What is being asked: Start with the first line of the data and end with the line that holds "details: str"; write out each one exactly.

Record set:

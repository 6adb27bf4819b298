"""Fatigue of members and connections, AISC 360 Appendix 3."""

from dataclasses import dataclass

from calclib.equations.aisc360 import cite
from calclib.equations.form import equation, maximum


@dataclass(frozen=True)
class Category:
    """A stress category: its constant, its threshold in each unit set [ksi or MPa], and details of tension members."""

    C_f: float | None        # None: category F has an equation of its own
    F_TH: dict
    details: str


# Table A-3.1 of the 2022 edition. The threshold is printed as a pair, ksi and MPa.
CATEGORIES = {
    "A": Category(25, {"US": 24, "SI": 170}, "plain rolled or cleaned surface"),
    "B": Category(12, {"US": 16, "SI": 110}, "uncoated weathering steel; gross area of a slip-critical joint; net area "
                  "of a pretensioned joint; continuous longitudinal welds"),
    "B'": Category(6.1, {"US": 12, "SI": 83}, "longitudinal partial-penetration welds, or welds with backing"),
    "C": Category(4.4, {"US": 10, "SI": 69}, "toe of a transverse stiffener; drilled hole with a pretensioned bolt; "
                  "short attachment"),
    "D": Category(2.2, {"US": 7, "SI": 48}, "open hole; riveted joint"),
    "E": Category(1.1, {"US": 4.5, "SI": 31}, "net section of an eyebar or pin plate; end of a longitudinal fillet on "
                  "a part up to 1/2 in"),
    "E'": Category(0.39, {"US": 2.6, "SI": 18}, "end of a longitudinal fillet on a part above 1/2 in"),
    "F": Category(None, {"US": 8, "SI": 55}, "shear on the throat of a fillet"),
    "G": Category(0.39, {"US": 7, "SI": 48}, "threaded rod or bolt in tension, on the tensile stress area"),
}
CYCLES = 20_000                                  # Appendix 3.1: up to here fatigue need not be evaluated
RANGE_CONSTANT = {"US": 1000, "SI": 6900}        # Eq. A-3-1: printed as pairs, ksi and MPa
THROAT_CONSTANT = {"US": 100, "SI": 690}         # Eq. A-3-2; 690 MPa from memory, verify
RANGE = cite("Appendix 3.2", unread=("16",))


@equation(RANGE, {"P_max": r"P_{\mathrm{max}}", "P_min": r"P_{\mathrm{min}}"})
def stress_range(P_max, P_min, A_n):
    """Return the range of stress between two loads of one sign.

    Parameters
    ----------
    P_max : larger load of the cycle [kip or N], not negative
    P_min : smaller load of the cycle, of the same sign [kip or N], not negative
    A_n : area on which the detail is judged [in2 or mm2], positive

    Returns
    -------
    f_SR : stress range [ksi or MPa]

    Source: AISC 360-22 Appendix 3.2; 360-16 from memory. Service loads.

    >>> stress_range(P_max=100.0, P_min=20.0, A_n=4.0)
    20.0
    """
    f_SR = (P_max - P_min) / A_n
    return f_SR


@equation(RANGE)
def stress_range_with_reversal(P_t, P_c, A_n):
    """Return the range of stress between tension and compression.

    Parameters
    ----------
    P_t : largest tension of the cycle [kip or N], not negative
    P_c : largest compression of the cycle, as a positive number [kip or N], not negative
    A_n : area on which the detail is judged [in2 or mm2], positive

    Returns
    -------
    f_SR : stress range [ksi or MPa]

    Source: AISC 360-22 Appendix 3.2: the numerical sum; 360-16 from memory. Service loads.

    >>> stress_range_with_reversal(P_t=60.0, P_c=20.0, A_n=4.0)
    20.0
    """
    f_SR = (P_t + P_c) / A_n
    return f_SR


@equation(cite("Appendix 3.4", unread=("16",)), {"P_max": r"P_{\mathrm{max}}", "P_min": r"P_{\mathrm{min}}"})
def stress_range_of_pretensioned_bolt(P_max, P_min, A_t):
    """Return the range of stress in a pretensioned rod or bolt that grips steel, without a stiffness analysis.

    Parameters
    ----------
    P_max : larger load of the cycle, prying included [kip or N], not negative
    P_min : smaller load of the cycle, of the same sign [kip or N], not negative
    A_t : tensile stress area [in2 or mm2], positive

    Returns
    -------
    f_SR : stress range [ksi or MPa]

    Source: AISC 360-22 Appendix 3.4: 20 percent of the applied range; 360-16 from memory.

    >>> round(stress_range_of_pretensioned_bolt(P_max=30.0, P_min=5.0, A_t=0.606), 3)
    8.251
    """
    f_SR = 0.20 * ((P_max - P_min) / A_t)
    return f_SR


@equation(cite("Appendix 3.3, Eq. A-3-1", unread=("16",)), {"S_1": None, "F_SR1": "F_{SR,1}"})
def allowable_stress_range(C_f, n_SR, S_1, F_TH):
    """Return the allowable stress range of all categories but F.

    Parameters
    ----------
    C_f : constant of the category [1], positive
    n_SR : number of stress cycles in the design life [1], positive
    S_1 : constant of the clause, 1000 ksi or 6900 MPa [ksi or MPa], positive
    F_TH : threshold of the category [ksi or MPa], positive

    Returns
    -------
    F_SR1 : stress range before the threshold [ksi or MPa]
    F_SR : allowable stress range [ksi or MPa]

    Source: AISC 360-22 Appendix 3.3; 360-16 from memory. The exponent is the printed one, not a fraction of whole
    numbers.

    >>> round(allowable_stress_range(C_f=12, n_SR=2000000, S_1=1000, F_TH=16), 2)
    18.24
    """
    F_SR1 = S_1 * (C_f / n_SR) ** 0.333
    F_SR = maximum(F_SR1, F_TH)
    return F_SR


@equation(cite("Appendix 3.3, Eq. A-3-2", unread=("16",)), {"S_2": None, "F_SR1": "F_{SR,1}"})
def allowable_stress_range_of_throat(n_SR, S_2, F_TH):
    """Return the allowable stress range of category F, shear on the throat of a weld.

    Parameters
    ----------
    n_SR : number of stress cycles in the design life [1], positive
    S_2 : constant of the clause, 100 ksi or 690 MPa [ksi or MPa], positive
    F_TH : threshold of the category [ksi or MPa], positive

    Returns
    -------
    F_SR1 : stress range before the threshold [ksi or MPa]
    F_SR : allowable stress range [ksi or MPa]

    Source: AISC 360-22 Appendix 3.3, 690 MPa from memory; 360-16 from memory. The exponent is the printed one, not a
    fraction of whole numbers.

    >>> round(allowable_stress_range_of_throat(n_SR=2000000, S_2=100, F_TH=8), 3)
    9.487
    """
    F_SR1 = S_2 * (1.5 / n_SR) ** 0.167
    F_SR = maximum(F_SR1, F_TH)
    return F_SR


@equation(cite("Appendix 3.1", unread=("16",)), {"F_max": r"F_{\mathrm{max}}"})
def greatest_stress(F_y):
    """Return the greatest stress at service load to which Appendix 3 applies.

    Parameters
    ----------
    F_y : specified minimum yield stress [ksi or MPa], positive

    Returns
    -------
    F_max : greatest stress [ksi or MPa]

    Source: AISC 360-22 Appendix 3.1; 360-16 from memory.

    >>> greatest_stress(F_y=50)
    33.0
    """
    F_max = 0.66 * F_y
    return F_max


@equation(cite("Appendix 3.3", unread=("16",)), {"P_SRa": "P_{SR,a}"})
def allowable_force_range(F_SR, A):
    """Return the range of force that brings a detail to its allowable stress range.

    Parameters
    ----------
    F_SR : allowable stress range [ksi or MPa], positive
    A : area on which the detail is judged [in2 or mm2], positive

    Returns
    -------
    P_SRa : allowable range of force at service load [kip or N]

    Source: AISC 360-22 Appendix 3.2 and 3.3; 360-16 from memory.

    >>> allowable_force_range(F_SR=10.0, A=4.0)
    40.0
    """
    P_SRa = F_SR * A
    return P_SRa


@equation(cite("Appendix 3.3", unread=("16",)), {"ratio": r"\mathrm{ratio}"})
def fatigue_ratio(f_SR, F_SR):
    """Return the ratio of a stress range to the allowable one.

    Parameters
    ----------
    f_SR : stress range [ksi or MPa], not negative
    F_SR : allowable stress range [ksi or MPa], positive

    Returns
    -------
    ratio : stress range over allowable stress range [1]

    Source: AISC 360-22 Appendix 3.3; 360-16 from memory.

    >>> fatigue_ratio(f_SR=12.0, F_SR=16.0)
    0.75
    """
    ratio = f_SR / F_SR
    return ratio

Exercise output:
repository 6adb27bf4819b298
"""Fatigue of members and connections, AISC 360 Appendix 3."""

from dataclasses import dataclass

from calclib.equations.aisc360 import cite
from calclib.equations.form import equation, maximum


@dataclass(frozen=True)
class Category:
    """A stress category: its constant, its threshold in each unit set [ksi or MPa], and details of tension members."""

    C_f: float | None        # None: category F has an equation of its own
    F_TH: dict
    details: str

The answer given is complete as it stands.